Longhorn expects to switch the frontend from the source engine to the destination engine. If the workload is stopped during this transition, the engines may vanish, leaving the Volume Controller unable to find a "current" engine to finalize the switch. Because the `VolumeAttachment` CR still exists and holds a finalizer, the controller enters a reconciliation loop it cannot complete, causing the flapping state.

## Workaround

If the workload has been shut down and the volume is stuck flapping, follow these steps to manually clear the migration metadata and "ghost" attachment.

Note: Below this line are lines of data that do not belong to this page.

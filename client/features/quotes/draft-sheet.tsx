import { useState } from 'react';
import { Link, useSearchParams } from 'react-router-dom';
import { Button, LinkButton } from '#client/ui/button.tsx';
import { EyeColumns } from '#client/ui/eye-columns.tsx';
import { TextField } from '#client/ui/fields.tsx';
import { MarginNote } from '#client/ui/margin.tsx';
import { Page } from '#client/ui/page.tsx';
import { PrescriptionFields } from '#client/ui/prescription-fields.tsx';
import { useSite } from '#client/ui/site.tsx';
import type { QuoteView } from '#contract/quotes';
import type { PriceBook, QuoteResult } from '#domain/pricing/index';
import {
  MOST_OPTIONS,
  type OptionDraft,
  optionLetter,
  optionWords,
  type QuoteDraft,
} from '#domain/quotes/index';
import { formatDay, formatTime } from '#domain/time/index';
import { addOption, changeOption, removeOption, typePrescription } from './edit-draft.ts';
import { EyeWishes } from './eye-wishes.tsx';
import { fieldErrors } from './field-errors.ts';
import { OptionSettings } from './option-settings.tsx';
import { OptionStrip, stripOptions, useChosenOption } from './option-strip.tsx';
import { PricedTable } from './priced-table.tsx';
import { SaveConflict } from './save-conflict.tsx';
import { SendDialog } from './send-dialog.tsx';
import { Terms } from './terms.tsx';
import { type DraftDesk, useDraft } from './use-draft.ts';
import { usePrices } from './use-prices.ts';

const CAUTION = (
  <>
    <p className="font-semibold text-ink">Caution</p>
    <p className="mt-1">
      Whether an eye may be treated is the surgeon’s decision. This page only prices the approved plan.
    </p>
  </>
);

/** A quote being written: typed on the left of the reader's right eye, priced while typing, saved by itself. */
export function DraftSheet({
  quote,
  draft: initial,
  book,
}: {
  readonly quote: QuoteView;
  readonly draft: QuoteDraft;
  readonly book: PriceBook;
}) {
  const desk = useDraft(quote, initial);
  const { draft } = desk;
  const chosen = useChosenOption(draft.options.length);
  const [search, setSearch] = useSearchParams();
  const results = usePrices(quote, draft, book);
  const option = draft.options[chosen];
  const result = results[chosen];
  const [sending, setSending] = useState(false);
  const choose = (index: number): void =>
    setSearch(
      (before) => {
        const next = new URLSearchParams(before);
        next.set('option', optionLetter(index));
        return next;
      },
      { replace: true },
    );
  return (
    <Page
      title={`${quote.patient.givenName} ${quote.patient.familyName}`}
      over={<SavedWords quote={quote} desk={desk} />}
      lead={<PatientWords quote={quote} />}
      actions={
        <>
          <LinkButton to={`/quotes/${quote.quoteId}/preview?${search.toString()}`}>
            Preview as patient
          </LinkButton>
          <Button kind="primary" onPress={() => setSending(true)}>
            {quote.versions.length > 0 ? 'Send new version' : 'Send quote'}
          </Button>
        </>
      }
    >
      {desk.state === 'conflict' ? <SaveConflict desk={desk} /> : null}
      <Eyes draft={draft} result={result} desk={desk} />
      <OptionStrip options={stripOptions(draft.options, results, book)} chosen={chosen} />
      {option && result ? (
        <OneOption
          quote={quote}
          option={option}
          result={result}
          book={book}
          letter={optionLetter(chosen)}
          onChange={(next) => desk.change(changeOption(draft, chosen, next))}
          many={draft.options.length > 1}
          onAdd={
            draft.options.length < MOST_OPTIONS
              ? () => {
                  desk.change(addOption(draft, chosen));
                  choose(draft.options.length);
                }
              : undefined
          }
          onRemove={
            draft.options.length > 1
              ? () => {
                  desk.change(removeOption(draft, chosen));
                  choose(Math.max(0, chosen - 1));
                }
              : undefined
          }
        />
      ) : null}
      <MarginNote>{CAUTION}</MarginNote>
      {sending ? (
        <SendDialog
          quote={quote}
          desk={desk}
          book={book}
          results={results}
          onClose={() => setSending(false)}
        />
      ) : null}
    </Page>
  );
}

function SavedWords({ quote, desk }: { readonly quote: QuoteView; readonly desk: DraftDesk }) {
  const { zone } = useSite();
  const words = {
    saved: `saved ${formatTime(desk.savedAt, zone)}`,
    unsaved: 'not saved yet',
    saving: 'saving…',
    failed: `not saved: ${desk.problem?.message ?? 'the server cannot be reached'}`,
    conflict: 'not saved: somebody else has',
  }[desk.state];
  return (
    <span>
      Quote {quote.number}, draft {desk.version} ·{' '}
      <span
        className={desk.state === 'failed' || desk.state === 'conflict' ? 'font-semibold text-bengal' : ''}
        role="status"
      >
        {words}
      </span>
    </span>
  );
}

function PatientWords({ quote }: { readonly quote: QuoteView }) {
  const { plan, patient } = quote;
  return (
    <>
      born {formatDay(patient.bornOn)} ·{' '}
      {plan ? (
        plan.good ? (
          `plan approved by ${plan.surgeonName} on ${formatDay(plan.approvedOn)}, good until ${formatDay(plan.expiresOn)}`
        ) : (
          <span className="font-semibold text-povidone">
            the plan of {plan.surgeonName} ended on {formatDay(plan.expiresOn)}
          </span>
        )
      ) : (
        <span className="font-semibold text-povidone">
          no approved plan: an estimate, subject to assessment
        </span>
      )}{' '}
      · <Link to={`/patients/${patient.patientId}`}>patient’s page</Link>
    </>
  );
}

function Eyes({
  draft,
  result,
  desk,
}: {
  readonly draft: QuoteDraft;
  readonly result: QuoteResult | undefined;
  readonly desk: DraftDesk;
}) {
  const errors = fieldErrors(result && !result.ok ? result.refusals : []);
  return (
    <EyeColumns>
      {(eye) => (
        <PrescriptionFields
          typed={draft.prescriptions[eye]}
          onType={(field, text) => desk.change(typePrescription(draft, eye, field, text))}
          errors={priceErrors(errors, eye, draft)}
        />
      )}
    </EyeColumns>
  );
}

/** What the engine says of a prescription that reads well: no band for it. What does not read, the fields say themselves. */
function priceErrors(errors: ReturnType<typeof fieldErrors>, eye: 'OD' | 'OS', draft: QuoteDraft) {
  const typed = draft.prescriptions[eye];
  if (typed.sphere.trim() === '') return {};
  const at = (field: string) => {
    const words = errors.at(`eyes.${eye}.prescription.${field}`);
    return words?.startsWith('The price book') ? words : undefined;
  };
  const [sphere, cylinder] = [at('sphere'), at('cylinder')];
  return { ...(sphere ? { sphere } : {}), ...(cylinder ? { cylinder } : {}) };
}

const SHOWN = ['eyes.', 'surgery.on', 'packageId', 'priceListId', 'paymentPlanId', 'addOns', 'discounts'];

function OneOption({
  quote,
  option,
  result,
  book,
  letter,
  onChange,
  many,
  onAdd,
  onRemove,
}: {
  readonly quote: QuoteView;
  readonly option: OptionDraft;
  readonly result: QuoteResult;
  readonly book: PriceBook;
  readonly letter: string;
  readonly onChange: (next: OptionDraft) => void;
  readonly many: boolean;
  readonly onAdd: (() => void) | undefined;
  readonly onRemove: (() => void) | undefined;
}) {
  const errors = fieldErrors(result.ok ? [] : result.refusals);
  const words = optionWords(option, book).replace(/^./, (first) => first.toLowerCase());
  return (
    <>
      <EyeWishes
        option={option}
        book={book}
        plan={quote.plan}
        errors={errors}
        onChange={onChange}
        disabled={false}
      />
      <OptionSettings option={option} book={book} errors={errors} onChange={onChange} disabled={false} />
      <div className="flex flex-wrap items-end justify-between gap-4">
        {many ? (
          <TextField
            label={`Name of option ${letter}`}
            value={option.label}
            maxLength={80}
            placeholder={optionWords({ ...option, label: '' }, book)}
            className="w-full max-w-xs"
            onChange={(label) => onChange({ ...option, label })}
          />
        ) : null}
        <div className="ml-auto flex flex-wrap gap-4">
          {onAdd ? (
            <Button kind="quiet" onPress={onAdd}>
              Add an option beside it
            </Button>
          ) : null}
          {onRemove ? (
            <Button kind="quiet" onPress={onRemove}>
              Take option {letter} out
            </Button>
          ) : null}
        </div>
      </div>
      {result.ok ? (
        <>
          <PricedTable course={result.course} title={`Option ${letter}, ${words}`} />
          <Terms course={result.course} />
        </>
      ) : (
        <div role="status" className="mt-4 border-y border-rule py-4">
          <p className="font-semibold">
            {result.refusals.length === 1
              ? 'One thing is missing before this can be priced'
              : `${result.refusals.length} things are missing before this can be priced`}
          </p>
          <ul className="mt-1 text-soft">
            {result.refusals.map((refusal) => (
              <li key={`${refusal.field}-${refusal.code}`}>
                {refusal.words} {refusal.change}
              </li>
            ))}
          </ul>
          {errors.rest(SHOWN).length > 0 ? null : (
            <p className="mt-1 text-small text-soft">
              {result.refusals.length === 1 ? 'It is marked at its field.' : 'Each is marked at its field.'}
            </p>
          )}
        </div>
      )}
    </>
  );
}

### 1. Clear the Migration Metadata

Force the volume to drop the migration reference in its status subresource. This stops the controller from attempting to finalize a nonexistent migration.

```bash
kubectl patch -n longhorn-system volume <VOLUME_NAME> \
--type=merge \
--subresource status \
-p '{"status":{"currentMigrationNodeID":""}}'
```

### 2. Remove the VolumeAttachment Finalizer

The "ghost" LHVA prevents the volume from reaching a steady `detached` state. Manually remove the finalizer to allow the resource to be cleaned up.

```bash
kubectl patch -n longhorn-system volumeattachments.longhorn.io <VOLUME_NAME> \
--type=merge \
-p '{"metadata":{"finalizers":null}}'
```

### 3. Delete the Orphaned LHVA

If the resource does not disappear automatically after stripping the finalizer, delete it manually:

```bash
kubectl delete volumeattachments.longhorn.io -n longhorn-system <VOLUME_NAME>
```

### 4. Verify State

Confirm the volume has transitioned to the `detached` state.

```bash
$ kubectl get volume -n longhorn-system <VOLUME_NAME>
NAME STATE ROBUSTNESS NODE
pvc-840804... detached unknown
```

You can now safely restart the VM or workload.

## Related Information

- [KB: Troubleshooting: Migratable RWX volume migration stuck](https://longhorn.io/kb/troubleshooting-rwx-volume-migration-stuck/) - For cases where migration tickets are present and "Satisfied" but the node is stuck in pre-drain.
- [Longhorn Issue #12238](https://github.com/longhorn/longhorn/issues/12238)
- Fixed in **Longhorn v1.7.0+**, which includes more robust handling for orphaned migration engines.